For each line below, write it out exactly as it appears.
---+---
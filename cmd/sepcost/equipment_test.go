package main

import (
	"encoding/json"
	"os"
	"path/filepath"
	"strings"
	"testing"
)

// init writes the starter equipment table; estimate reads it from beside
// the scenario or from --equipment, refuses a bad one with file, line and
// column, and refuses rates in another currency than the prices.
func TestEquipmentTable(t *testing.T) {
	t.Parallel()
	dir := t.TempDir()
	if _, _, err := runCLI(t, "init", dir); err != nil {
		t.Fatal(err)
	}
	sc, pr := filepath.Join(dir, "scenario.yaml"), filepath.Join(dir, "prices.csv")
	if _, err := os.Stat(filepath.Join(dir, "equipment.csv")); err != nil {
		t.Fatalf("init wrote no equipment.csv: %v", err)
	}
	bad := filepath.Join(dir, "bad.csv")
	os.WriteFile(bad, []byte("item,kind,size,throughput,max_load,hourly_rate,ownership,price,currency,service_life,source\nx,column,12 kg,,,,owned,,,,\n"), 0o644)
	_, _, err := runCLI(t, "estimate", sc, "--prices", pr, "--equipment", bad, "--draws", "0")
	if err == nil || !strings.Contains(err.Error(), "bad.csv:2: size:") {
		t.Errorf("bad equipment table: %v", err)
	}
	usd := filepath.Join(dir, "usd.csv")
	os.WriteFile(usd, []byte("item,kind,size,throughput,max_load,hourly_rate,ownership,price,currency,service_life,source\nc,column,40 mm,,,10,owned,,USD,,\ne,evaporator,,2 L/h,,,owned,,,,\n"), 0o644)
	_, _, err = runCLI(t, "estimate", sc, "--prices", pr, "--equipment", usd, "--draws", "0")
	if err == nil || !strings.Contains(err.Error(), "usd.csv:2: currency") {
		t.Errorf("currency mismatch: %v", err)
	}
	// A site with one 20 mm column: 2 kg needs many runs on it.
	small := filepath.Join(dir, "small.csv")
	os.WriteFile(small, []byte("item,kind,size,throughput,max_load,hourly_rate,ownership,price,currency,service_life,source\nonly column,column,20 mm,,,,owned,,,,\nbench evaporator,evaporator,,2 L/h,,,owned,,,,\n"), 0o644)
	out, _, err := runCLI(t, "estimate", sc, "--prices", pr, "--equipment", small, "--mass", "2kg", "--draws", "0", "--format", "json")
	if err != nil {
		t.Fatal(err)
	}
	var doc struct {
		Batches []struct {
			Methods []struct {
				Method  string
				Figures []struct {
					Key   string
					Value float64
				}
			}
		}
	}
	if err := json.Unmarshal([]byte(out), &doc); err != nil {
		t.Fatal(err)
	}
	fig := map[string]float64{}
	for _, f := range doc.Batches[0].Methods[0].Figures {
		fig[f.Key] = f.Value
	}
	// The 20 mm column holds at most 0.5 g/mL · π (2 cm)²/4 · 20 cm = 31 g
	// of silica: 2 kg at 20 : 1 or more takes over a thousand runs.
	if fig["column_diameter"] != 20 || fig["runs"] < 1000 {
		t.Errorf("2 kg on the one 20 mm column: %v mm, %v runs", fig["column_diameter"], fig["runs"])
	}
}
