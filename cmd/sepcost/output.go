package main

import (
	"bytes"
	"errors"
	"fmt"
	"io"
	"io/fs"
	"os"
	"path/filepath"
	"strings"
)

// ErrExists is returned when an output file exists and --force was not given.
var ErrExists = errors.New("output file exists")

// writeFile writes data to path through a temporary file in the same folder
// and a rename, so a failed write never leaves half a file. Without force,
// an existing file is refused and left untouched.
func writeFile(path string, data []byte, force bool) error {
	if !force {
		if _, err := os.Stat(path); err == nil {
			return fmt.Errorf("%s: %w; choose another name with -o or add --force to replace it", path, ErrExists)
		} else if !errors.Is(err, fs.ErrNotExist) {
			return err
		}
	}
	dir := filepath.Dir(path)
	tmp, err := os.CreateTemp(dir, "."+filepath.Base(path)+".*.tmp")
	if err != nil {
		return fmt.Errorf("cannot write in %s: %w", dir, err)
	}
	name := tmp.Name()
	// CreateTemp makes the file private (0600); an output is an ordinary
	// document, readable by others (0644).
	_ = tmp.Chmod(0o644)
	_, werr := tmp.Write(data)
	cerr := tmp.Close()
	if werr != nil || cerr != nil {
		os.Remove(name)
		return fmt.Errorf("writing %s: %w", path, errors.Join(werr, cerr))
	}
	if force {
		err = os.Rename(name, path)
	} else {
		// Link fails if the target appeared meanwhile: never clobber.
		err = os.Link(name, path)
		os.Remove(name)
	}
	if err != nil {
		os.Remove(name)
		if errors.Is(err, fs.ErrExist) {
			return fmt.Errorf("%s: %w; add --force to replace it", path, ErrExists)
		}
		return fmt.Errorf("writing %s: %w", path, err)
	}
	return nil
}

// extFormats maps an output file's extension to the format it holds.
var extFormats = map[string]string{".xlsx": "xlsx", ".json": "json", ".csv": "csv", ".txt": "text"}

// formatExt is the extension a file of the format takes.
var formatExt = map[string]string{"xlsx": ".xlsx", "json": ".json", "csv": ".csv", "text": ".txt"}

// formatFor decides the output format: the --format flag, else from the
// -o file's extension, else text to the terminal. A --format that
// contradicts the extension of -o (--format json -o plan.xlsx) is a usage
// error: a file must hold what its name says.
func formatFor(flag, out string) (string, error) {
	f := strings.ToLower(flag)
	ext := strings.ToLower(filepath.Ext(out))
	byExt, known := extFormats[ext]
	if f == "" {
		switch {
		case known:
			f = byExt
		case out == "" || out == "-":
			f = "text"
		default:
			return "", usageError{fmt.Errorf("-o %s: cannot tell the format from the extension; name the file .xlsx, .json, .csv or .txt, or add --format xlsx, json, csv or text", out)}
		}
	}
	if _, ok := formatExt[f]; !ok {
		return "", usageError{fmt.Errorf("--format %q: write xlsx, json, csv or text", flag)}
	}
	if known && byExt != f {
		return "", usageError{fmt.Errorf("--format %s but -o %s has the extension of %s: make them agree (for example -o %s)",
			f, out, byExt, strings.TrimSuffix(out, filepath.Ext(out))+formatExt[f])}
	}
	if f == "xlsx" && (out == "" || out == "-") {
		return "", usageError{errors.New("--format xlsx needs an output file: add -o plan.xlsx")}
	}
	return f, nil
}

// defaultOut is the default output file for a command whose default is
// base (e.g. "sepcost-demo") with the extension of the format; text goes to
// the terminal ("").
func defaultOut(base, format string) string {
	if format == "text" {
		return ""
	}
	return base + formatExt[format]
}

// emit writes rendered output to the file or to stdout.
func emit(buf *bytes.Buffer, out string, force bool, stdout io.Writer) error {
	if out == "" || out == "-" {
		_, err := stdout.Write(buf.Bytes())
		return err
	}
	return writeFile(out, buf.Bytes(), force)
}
---+---
*OUTPUT OF THE EXERCISE*:
filename cmd/sepcost/equipment_test.go
package main

import (
	"encoding/json"
	"os"
	"path/filepath"
	"strings"
	"testing"
)

// init writes the starter equipment table; estimate reads it from beside
// the scenario or from --equipment, refuses a bad one with file, line and
// column, and refuses rates in another currency than the prices.
func TestEquipmentTable(t *testing.T) {
	t.Parallel()
	dir := t.TempDir()
	if _, _, err := runCLI(t, "init", dir); err != nil {
		t.Fatal(err)
	}
	sc, pr := filepath.Join(dir, "scenario.yaml"), filepath.Join(dir, "prices.csv")
	if _, err := os.Stat(filepath.Join(dir, "equipment.csv")); err != nil {
		t.Fatalf("init wrote no equipment.csv: %v", err)
	}
	bad := filepath.Join(dir, "bad.csv")
	os.WriteFile(bad, []byte("item,kind,size,throughput,max_load,hourly_rate,ownership,price,currency,service_life,source\nx,column,12 kg,,,,owned,,,,\n"), 0o644)
	_, _, err := runCLI(t, "estimate", sc, "--prices", pr, "--equipment", bad, "--draws", "0")
	if err == nil || !strings.Contains(err.Error(), "bad.csv:2: size:") {
		t.Errorf("bad equipment table: %v", err)
	}
	usd := filepath.Join(dir, "usd.csv")
	os.WriteFile(usd, []byte("item,kind,size,throughput,max_load,hourly_rate,ownership,price,currency,service_life,source\nc,column,40 mm,,,10,owned,,USD,,\ne,evaporator,,2 L/h,,,owned,,,,\n"), 0o644)
	_, _, err = runCLI(t, "estimate", sc, "--prices", pr, "--equipment", usd, "--draws", "0")
	if err == nil || !strings.Contains(err.Error(), "usd.csv:2: currency") {
		t.Errorf("currency mismatch: %v", err)
	}
	// A site with one 20 mm column: 2 kg needs many runs on it.
	small := filepath.Join(dir, "small.csv")
	os.WriteFile(small, []byte("item,kind,size,throughput,max_load,hourly_rate,ownership,price,currency,service_life,source\nonly column,column,20 mm,,,,owned,,,,\nbench evaporator,evaporator,,2 L/h,,,owned,,,,\n"), 0o644)
	out, _, err := runCLI(t, "estimate", sc, "--prices", pr, "--equipment", small, "--mass", "2kg", "--draws", "0", "--format", "json")
	if err != nil {
		t.Fatal(err)
	}
	var doc struct {
		Batches []struct {
			Methods []struct {
				Method  string
				Figures []struct {
					Key   string
					Value float64
				}
			}
		}
	}
	if err := json.Unmarshal([]byte(out), &doc); err != nil {
		t.Fatal(err)
	}
	fig := map[string]float64{}
	for _, f := range doc.Batches[0].Methods[0].Figures {
		fig[f.Key] = f.Value
	}
	// The 20 mm column holds at most 0.5 g/mL · π (2 cm)²/4 · 20 cm = 31 g
	// of silica: 2 kg at 20 : 1 or more takes over a thousand runs.
	if fig["column_diameter"] != 20 || fig["runs"] < 1000 {
		t.Errorf("2 kg on the one 20 mm column: %v mm, %v runs", fig["column_diameter"], fig["runs"])
	}
}
filename cmd/sepcost/output.go
package main

import (
	"bytes"
	"errors"
	"fmt"
	"io"
	"io/fs"
	"os"
	"path/filepath"
	"strings"
)

// ErrExists is returned when an output file exists and --force was not given.
var ErrExists = errors.New("output file exists")

// writeFile writes data to path through a temporary file in the same folder
// and a rename, so a failed write never leaves half a file. Without force,
// an existing file is refused and left untouched.
func writeFile(path string, data []byte, force bool) error {
	if !force {
		if _, err := os.Stat(path); err == nil {
			return fmt.Errorf("%s: %w; choose another name with -o or add --force to replace it", path, ErrExists)
		} else if !errors.Is(err, fs.ErrNotExist) {
			return err
		}
	}
	dir := filepath.Dir(path)
	tmp, err := os.CreateTemp(dir, "."+filepath.Base(path)+".*.tmp")
	if err != nil {
		return fmt.Errorf("cannot write in %s: %w", dir, err)
	}
	name := tmp.Name()
	// CreateTemp makes the file private (0600); an output is an ordinary
	// document, readable by others (0644).
	_ = tmp.Chmod(0o644)
	_, werr := tmp.Write(data)
	cerr := tmp.Close()
	if werr != nil || cerr != nil {
		os.Remove(name)
		return fmt.Errorf("writing %s: %w", path, errors.Join(werr, cerr))
	}
	if force {
		err = os.Rename(name, path)
	} else {
		// Link fails if the target appeared meanwhile: never clobber.
		err = os.Link(name, path)
		os.Remove(name)
	}
	if err != nil {
		os.Remove(name)
		if errors.Is(err, fs.ErrExist) {
			return fmt.Errorf("%s: %w; add --force to replace it", path, ErrExists)
		}
		return fmt.Errorf("writing %s: %w", path, err)
	}
	return nil
}

// extFormats maps an output file's extension to the format it holds.
var extFormats = map[string]string{".xlsx": "xlsx", ".json": "json", ".csv": "csv", ".txt": "text"}

// formatExt is the extension a file of the format takes.
var formatExt = map[string]string{"xlsx": ".xlsx", "json": ".json", "csv": ".csv", "text": ".txt"}

// formatFor decides the output format: the --format flag, else from the
// -o file's extension, else text to the terminal. A --format that
// contradicts the extension of -o (--format json -o plan.xlsx) is a usage
// error: a file must hold what its name says.
func formatFor(flag, out string) (string, error) {
	f := strings.ToLower(flag)
	ext := strings.ToLower(filepath.Ext(out))
	byExt, known := extFormats[ext]
	if f == "" {
		switch {
		case known:
			f = byExt
		case out == "" || out == "-":
			f = "text"
		default:
			return "", usageError{fmt.Errorf("-o %s: cannot tell the format from the extension; name the file .xlsx, .json, .csv or .txt, or add --format xlsx, json, csv or text", out)}
		}
	}
	if _, ok := formatExt[f]; !ok {
		return "", usageError{fmt.Errorf("--format %q: write xlsx, json, csv or text", flag)}
	}
	if known && byExt != f {
		return "", usageError{fmt.Errorf("--format %s but -o %s has the extension of %s: make them agree (for example -o %s)",
			f, out, byExt, strings.TrimSuffix(out, filepath.Ext(out))+formatExt[f])}
	}
	if f == "xlsx" && (out == "" || out == "-") {
		return "", usageError{errors.New("--format xlsx needs an output file: add -o plan.xlsx")}
	}
	return f, nil
}

// defaultOut is the default output file for a command whose default is
// base (e.g. "sepcost-demo") with the extension of the format; text goes to
// the terminal ("").
func defaultOut(base, format string) string {
	if format == "text" {
		return ""
	}
	return base + formatExt[format]
}

// emit writes rendered output to the file or to stdout.
func emit(buf *bytes.Buffer, out string, force bool, stdout io.Writer) error {
	if out == "" || out == "-" {
		_, err := stdout.Write(buf.Bytes())
		return err
	}
	return writeFile(out, buf.Bytes(), force)
}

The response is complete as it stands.